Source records
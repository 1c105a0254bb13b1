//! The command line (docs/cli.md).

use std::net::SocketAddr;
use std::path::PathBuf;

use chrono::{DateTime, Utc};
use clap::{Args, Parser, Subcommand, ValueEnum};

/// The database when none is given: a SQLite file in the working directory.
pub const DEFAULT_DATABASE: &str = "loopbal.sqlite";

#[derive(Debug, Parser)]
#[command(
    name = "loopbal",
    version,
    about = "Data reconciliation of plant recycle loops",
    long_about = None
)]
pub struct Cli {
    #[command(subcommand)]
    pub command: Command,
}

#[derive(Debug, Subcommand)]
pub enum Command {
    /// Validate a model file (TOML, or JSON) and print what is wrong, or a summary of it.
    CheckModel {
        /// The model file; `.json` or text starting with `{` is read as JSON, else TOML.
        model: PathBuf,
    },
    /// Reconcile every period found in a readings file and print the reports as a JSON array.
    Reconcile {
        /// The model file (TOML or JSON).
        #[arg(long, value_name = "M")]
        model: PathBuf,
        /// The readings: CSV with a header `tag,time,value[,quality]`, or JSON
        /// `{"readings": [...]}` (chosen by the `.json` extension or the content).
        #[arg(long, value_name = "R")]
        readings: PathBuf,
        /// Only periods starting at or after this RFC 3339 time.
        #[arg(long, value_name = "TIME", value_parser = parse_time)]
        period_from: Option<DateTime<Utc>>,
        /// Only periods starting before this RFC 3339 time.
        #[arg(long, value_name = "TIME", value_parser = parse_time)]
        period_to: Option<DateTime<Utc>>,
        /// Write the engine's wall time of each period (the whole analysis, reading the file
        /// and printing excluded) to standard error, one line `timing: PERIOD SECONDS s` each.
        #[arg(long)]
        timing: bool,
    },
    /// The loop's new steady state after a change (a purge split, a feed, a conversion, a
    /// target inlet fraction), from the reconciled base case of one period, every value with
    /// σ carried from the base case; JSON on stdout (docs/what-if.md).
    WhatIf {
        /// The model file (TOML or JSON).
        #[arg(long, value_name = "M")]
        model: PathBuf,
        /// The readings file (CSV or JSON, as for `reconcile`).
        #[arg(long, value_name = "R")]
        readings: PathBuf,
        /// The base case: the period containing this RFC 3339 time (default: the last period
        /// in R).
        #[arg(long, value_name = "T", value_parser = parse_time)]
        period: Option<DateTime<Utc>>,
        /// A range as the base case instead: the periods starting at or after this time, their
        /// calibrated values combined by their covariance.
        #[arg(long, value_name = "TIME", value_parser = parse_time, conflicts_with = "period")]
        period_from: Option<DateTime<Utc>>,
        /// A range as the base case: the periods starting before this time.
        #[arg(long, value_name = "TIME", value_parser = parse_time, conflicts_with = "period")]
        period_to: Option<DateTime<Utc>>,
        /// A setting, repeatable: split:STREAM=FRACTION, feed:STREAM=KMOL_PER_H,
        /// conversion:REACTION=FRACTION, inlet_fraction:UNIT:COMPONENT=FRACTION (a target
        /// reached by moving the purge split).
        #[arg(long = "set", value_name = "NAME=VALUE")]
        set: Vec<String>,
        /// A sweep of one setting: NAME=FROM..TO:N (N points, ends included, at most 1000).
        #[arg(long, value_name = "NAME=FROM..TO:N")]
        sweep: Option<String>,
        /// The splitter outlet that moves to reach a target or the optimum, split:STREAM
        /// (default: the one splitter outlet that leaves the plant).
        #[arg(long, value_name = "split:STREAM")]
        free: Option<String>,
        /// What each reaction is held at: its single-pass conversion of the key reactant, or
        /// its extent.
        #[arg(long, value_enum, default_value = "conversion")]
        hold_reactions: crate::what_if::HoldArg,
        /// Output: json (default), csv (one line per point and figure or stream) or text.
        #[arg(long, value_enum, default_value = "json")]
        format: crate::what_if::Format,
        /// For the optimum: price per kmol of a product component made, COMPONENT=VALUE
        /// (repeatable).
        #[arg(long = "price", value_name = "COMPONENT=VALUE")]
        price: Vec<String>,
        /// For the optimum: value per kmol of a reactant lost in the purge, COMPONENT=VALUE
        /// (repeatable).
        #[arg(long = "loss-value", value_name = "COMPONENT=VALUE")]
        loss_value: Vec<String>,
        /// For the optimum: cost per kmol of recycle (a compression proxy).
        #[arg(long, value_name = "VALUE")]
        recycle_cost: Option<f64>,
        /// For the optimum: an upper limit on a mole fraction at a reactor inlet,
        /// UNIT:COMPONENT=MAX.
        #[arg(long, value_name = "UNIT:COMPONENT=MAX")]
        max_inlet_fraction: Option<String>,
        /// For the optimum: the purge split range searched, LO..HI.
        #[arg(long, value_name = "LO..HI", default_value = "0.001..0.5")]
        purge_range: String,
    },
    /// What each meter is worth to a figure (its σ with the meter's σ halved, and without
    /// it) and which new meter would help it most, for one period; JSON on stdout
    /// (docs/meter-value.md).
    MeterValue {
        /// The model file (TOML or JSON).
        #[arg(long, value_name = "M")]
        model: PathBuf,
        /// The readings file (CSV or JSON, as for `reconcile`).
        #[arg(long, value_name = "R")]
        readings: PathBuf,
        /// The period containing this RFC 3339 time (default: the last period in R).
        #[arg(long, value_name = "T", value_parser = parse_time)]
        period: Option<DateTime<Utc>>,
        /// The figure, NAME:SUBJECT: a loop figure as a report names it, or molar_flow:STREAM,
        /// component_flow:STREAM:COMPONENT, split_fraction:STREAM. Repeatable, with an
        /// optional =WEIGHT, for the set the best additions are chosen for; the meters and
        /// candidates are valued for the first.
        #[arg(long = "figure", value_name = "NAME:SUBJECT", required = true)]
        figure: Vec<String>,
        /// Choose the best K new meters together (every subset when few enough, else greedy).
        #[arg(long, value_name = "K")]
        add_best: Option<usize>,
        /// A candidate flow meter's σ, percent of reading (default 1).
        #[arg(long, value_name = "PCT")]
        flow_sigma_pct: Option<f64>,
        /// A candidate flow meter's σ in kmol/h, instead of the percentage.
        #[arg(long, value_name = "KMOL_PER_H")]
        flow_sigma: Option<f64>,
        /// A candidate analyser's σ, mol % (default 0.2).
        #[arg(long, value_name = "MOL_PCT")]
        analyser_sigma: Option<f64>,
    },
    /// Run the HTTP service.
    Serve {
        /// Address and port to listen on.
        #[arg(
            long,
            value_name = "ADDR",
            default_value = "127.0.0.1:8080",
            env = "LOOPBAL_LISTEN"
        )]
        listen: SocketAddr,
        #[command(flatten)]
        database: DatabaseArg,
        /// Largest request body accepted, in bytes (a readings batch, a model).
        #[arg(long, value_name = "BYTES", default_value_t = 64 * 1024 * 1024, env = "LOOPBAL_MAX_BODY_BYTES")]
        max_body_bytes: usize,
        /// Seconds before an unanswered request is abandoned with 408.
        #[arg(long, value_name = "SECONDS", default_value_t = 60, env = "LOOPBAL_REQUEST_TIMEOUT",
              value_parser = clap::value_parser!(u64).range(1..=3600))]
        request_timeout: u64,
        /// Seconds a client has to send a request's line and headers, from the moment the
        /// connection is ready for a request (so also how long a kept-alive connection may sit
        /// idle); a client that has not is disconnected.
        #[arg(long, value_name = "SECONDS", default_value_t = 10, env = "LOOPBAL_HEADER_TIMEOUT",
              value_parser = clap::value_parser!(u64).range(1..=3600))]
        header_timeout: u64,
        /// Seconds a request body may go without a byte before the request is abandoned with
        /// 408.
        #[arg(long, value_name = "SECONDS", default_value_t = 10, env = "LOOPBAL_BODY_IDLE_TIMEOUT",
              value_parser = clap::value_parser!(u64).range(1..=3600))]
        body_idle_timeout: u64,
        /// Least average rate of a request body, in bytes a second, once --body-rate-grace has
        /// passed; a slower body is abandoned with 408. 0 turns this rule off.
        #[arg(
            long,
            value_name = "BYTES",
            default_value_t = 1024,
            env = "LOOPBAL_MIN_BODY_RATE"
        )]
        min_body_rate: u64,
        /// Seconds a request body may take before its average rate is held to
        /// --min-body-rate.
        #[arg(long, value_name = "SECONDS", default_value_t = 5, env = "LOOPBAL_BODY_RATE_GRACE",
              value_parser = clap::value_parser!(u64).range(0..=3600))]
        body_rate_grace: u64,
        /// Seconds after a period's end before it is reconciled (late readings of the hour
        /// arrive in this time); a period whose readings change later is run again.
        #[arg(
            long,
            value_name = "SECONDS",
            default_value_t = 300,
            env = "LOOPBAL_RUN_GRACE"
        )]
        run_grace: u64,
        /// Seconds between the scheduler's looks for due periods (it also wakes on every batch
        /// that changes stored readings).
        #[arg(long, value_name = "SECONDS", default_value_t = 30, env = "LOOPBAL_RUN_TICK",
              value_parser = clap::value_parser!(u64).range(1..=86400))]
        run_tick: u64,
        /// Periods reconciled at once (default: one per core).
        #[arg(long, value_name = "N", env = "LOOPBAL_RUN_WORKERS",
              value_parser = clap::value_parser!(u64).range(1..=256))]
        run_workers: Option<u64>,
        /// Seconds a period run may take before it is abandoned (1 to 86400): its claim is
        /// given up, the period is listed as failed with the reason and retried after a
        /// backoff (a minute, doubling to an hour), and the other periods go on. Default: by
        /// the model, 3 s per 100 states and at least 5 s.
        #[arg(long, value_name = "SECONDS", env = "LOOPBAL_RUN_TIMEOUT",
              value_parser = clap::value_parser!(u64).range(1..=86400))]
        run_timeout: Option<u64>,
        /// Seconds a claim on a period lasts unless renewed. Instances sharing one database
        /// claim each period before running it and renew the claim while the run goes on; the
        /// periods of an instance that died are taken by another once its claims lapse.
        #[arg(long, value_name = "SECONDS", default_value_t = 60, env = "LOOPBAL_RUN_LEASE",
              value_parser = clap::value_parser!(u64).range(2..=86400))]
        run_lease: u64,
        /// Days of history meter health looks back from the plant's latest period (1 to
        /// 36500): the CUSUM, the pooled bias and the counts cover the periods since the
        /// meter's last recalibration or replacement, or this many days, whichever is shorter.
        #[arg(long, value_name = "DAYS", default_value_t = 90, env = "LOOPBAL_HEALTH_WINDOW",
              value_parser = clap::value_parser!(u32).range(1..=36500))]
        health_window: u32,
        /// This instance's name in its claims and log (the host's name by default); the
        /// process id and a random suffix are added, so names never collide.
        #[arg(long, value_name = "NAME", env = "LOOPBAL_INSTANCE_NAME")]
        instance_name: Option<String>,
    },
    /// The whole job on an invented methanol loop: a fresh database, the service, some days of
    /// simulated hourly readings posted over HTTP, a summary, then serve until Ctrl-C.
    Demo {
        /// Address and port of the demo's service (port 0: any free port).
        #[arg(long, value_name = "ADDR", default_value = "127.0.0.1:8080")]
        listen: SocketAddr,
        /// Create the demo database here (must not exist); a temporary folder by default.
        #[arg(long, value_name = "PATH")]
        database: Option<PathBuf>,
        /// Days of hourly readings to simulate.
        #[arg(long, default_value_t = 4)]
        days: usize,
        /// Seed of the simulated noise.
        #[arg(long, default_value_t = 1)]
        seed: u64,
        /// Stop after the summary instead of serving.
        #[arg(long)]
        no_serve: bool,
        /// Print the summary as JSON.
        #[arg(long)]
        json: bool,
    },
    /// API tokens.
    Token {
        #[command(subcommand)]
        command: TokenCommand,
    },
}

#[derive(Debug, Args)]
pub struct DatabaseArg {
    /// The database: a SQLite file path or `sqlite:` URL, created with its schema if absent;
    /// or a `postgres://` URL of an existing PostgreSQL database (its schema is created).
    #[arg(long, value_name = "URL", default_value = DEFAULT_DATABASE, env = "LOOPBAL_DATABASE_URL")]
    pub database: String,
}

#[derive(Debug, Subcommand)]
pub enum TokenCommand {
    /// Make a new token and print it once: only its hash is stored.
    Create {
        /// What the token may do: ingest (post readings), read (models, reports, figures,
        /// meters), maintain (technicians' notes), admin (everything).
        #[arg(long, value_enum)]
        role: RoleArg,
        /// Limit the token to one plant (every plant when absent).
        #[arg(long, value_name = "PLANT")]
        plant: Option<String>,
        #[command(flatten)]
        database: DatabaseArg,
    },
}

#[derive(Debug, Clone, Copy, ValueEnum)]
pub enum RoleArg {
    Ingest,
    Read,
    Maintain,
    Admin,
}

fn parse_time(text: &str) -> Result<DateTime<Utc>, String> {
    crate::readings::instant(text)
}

EXERCISE DIRECTIONS
Restate word for word the entries above, starting at the line with "value_parser = clap::value_parser!(u64).range(0..=3600))]" and ending at the line with "of the hour", inclusive, and no others.

ANSWER BOX
              value_parser = clap::value_parser!(u64).range(0..=3600))]
        body_rate_grace: u64,
        /// Seconds after a period's end before it is reconciled (late readings of the hour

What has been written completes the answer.